[Exercise directions]: Up to and including the line that contains "from .. import elements", return every line from the start of the data, unchanged.

[Source material]:
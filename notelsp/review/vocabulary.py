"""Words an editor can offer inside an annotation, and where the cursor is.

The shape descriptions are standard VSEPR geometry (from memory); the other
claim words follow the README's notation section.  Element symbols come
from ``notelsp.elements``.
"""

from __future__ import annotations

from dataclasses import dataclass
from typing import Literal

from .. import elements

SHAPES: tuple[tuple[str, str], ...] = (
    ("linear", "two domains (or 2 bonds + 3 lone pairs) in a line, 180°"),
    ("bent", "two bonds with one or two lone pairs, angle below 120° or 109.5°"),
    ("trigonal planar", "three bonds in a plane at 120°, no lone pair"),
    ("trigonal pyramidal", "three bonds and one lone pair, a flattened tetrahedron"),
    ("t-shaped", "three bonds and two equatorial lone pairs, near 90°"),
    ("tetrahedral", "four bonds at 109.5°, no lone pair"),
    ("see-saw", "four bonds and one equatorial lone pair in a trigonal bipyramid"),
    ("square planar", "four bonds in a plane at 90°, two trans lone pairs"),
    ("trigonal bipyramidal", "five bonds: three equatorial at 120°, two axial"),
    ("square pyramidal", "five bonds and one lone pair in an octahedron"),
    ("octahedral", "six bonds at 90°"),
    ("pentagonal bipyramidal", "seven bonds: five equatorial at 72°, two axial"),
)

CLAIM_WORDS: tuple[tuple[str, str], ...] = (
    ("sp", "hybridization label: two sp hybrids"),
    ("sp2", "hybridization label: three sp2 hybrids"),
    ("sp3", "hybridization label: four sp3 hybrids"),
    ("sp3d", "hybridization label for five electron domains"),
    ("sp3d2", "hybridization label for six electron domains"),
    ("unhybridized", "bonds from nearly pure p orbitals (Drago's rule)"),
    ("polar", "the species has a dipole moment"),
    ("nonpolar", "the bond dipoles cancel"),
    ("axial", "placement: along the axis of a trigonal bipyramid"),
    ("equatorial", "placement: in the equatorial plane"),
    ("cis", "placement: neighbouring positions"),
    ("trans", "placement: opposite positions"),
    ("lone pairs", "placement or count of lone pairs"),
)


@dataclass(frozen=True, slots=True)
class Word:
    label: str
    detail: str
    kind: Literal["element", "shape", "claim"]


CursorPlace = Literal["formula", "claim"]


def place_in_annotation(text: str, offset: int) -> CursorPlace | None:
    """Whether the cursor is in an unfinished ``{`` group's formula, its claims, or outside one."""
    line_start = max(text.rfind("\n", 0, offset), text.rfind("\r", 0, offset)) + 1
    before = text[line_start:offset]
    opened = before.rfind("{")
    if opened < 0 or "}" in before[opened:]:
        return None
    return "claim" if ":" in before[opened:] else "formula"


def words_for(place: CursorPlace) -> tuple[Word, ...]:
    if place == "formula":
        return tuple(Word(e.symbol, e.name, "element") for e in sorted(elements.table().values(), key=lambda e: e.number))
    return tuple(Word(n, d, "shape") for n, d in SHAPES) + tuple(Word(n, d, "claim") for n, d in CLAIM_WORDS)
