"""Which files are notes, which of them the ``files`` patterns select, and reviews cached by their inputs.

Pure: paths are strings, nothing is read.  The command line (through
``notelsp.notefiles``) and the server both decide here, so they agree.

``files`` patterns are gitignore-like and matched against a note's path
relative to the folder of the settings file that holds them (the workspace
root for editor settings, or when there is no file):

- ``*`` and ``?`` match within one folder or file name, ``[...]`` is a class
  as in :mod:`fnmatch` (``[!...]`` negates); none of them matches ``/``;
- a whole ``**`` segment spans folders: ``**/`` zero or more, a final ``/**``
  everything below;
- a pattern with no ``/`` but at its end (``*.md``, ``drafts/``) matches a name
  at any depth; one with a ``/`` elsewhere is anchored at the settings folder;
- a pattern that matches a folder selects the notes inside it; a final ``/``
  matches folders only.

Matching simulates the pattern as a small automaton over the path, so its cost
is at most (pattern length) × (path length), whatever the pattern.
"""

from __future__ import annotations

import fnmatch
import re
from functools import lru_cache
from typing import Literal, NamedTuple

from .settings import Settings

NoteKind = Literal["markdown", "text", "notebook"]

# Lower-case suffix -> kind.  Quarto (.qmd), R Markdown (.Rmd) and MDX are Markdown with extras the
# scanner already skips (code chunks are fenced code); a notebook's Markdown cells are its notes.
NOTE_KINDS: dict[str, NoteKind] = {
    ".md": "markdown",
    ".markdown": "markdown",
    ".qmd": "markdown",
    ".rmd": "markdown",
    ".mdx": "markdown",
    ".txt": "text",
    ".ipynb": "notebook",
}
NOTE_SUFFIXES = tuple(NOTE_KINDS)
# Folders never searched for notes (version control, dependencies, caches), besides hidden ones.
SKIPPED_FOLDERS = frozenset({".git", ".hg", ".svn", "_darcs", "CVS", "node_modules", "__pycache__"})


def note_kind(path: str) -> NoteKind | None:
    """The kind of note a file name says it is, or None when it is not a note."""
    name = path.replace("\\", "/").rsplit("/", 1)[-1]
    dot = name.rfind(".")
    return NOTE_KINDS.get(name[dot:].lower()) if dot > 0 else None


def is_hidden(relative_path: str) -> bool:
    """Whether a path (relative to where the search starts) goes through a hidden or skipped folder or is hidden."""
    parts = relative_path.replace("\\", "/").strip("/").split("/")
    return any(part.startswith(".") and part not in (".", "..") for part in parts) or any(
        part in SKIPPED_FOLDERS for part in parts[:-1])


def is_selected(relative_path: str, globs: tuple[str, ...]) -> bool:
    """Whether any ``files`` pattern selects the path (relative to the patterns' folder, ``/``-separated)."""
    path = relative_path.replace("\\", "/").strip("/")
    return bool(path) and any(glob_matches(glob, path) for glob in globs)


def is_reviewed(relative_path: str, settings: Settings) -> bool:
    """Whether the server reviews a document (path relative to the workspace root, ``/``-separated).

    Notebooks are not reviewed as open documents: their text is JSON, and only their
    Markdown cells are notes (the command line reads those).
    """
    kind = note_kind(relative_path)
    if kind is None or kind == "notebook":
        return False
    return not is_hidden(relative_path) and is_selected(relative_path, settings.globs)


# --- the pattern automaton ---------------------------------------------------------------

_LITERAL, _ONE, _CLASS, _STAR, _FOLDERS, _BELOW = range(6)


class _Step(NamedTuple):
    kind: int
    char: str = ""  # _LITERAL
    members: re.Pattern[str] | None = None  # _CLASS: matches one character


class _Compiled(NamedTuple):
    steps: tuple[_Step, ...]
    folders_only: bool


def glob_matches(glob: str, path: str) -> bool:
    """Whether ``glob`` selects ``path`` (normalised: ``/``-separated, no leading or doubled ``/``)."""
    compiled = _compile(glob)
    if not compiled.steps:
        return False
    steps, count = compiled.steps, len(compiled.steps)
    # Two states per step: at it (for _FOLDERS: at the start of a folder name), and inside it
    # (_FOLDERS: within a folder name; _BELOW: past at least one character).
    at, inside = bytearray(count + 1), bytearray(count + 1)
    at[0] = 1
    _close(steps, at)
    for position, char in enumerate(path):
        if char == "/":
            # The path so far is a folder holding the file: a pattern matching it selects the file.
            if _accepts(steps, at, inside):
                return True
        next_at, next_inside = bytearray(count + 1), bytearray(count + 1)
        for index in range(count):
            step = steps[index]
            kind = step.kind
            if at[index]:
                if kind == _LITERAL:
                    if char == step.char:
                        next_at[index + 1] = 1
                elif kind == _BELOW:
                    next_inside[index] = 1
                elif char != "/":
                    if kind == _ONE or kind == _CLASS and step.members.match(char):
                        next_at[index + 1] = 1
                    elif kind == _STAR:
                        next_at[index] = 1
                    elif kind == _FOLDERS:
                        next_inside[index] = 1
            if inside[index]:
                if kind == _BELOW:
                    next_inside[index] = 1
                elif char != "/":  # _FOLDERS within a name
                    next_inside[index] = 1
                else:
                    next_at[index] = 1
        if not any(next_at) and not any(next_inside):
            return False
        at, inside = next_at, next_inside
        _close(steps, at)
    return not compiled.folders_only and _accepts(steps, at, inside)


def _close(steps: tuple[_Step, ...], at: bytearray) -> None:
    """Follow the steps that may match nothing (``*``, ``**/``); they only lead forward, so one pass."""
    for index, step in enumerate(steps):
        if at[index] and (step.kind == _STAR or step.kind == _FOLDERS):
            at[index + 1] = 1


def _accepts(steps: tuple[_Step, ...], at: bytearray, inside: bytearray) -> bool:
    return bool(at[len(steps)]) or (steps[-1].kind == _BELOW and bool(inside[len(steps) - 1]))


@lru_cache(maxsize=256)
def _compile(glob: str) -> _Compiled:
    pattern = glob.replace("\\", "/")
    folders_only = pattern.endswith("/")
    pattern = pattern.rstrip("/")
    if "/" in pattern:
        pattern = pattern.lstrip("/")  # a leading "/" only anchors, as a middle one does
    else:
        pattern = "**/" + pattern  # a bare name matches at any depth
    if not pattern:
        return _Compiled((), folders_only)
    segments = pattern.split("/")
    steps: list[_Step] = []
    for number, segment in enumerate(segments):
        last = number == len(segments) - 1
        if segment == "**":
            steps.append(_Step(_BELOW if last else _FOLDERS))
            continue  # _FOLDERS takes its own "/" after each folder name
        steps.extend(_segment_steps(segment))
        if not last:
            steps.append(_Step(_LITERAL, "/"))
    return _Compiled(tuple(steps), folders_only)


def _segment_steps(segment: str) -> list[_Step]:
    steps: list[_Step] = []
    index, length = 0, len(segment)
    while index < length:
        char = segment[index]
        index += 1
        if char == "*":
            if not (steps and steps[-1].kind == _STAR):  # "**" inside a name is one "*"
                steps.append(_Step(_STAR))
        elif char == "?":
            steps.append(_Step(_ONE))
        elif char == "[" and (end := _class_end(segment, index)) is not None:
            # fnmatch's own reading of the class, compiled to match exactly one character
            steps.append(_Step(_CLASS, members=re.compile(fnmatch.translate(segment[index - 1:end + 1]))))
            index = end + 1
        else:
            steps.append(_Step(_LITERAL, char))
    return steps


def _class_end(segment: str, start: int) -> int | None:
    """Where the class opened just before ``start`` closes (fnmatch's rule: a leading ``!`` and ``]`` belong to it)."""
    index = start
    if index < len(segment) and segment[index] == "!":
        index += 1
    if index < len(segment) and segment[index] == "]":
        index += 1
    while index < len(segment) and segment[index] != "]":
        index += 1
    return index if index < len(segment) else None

[Written solution]:
filename notelsp/review/vocabulary.py
"""Words an editor can offer inside an annotation, and where the cursor is.

The shape descriptions are standard VSEPR geometry (from memory); the other
claim words follow the README's notation section.  Element symbols come
from ``notelsp.elements``.
"""

from __future__ import annotations

from dataclasses import dataclass
from typing import Literal

from .. import elements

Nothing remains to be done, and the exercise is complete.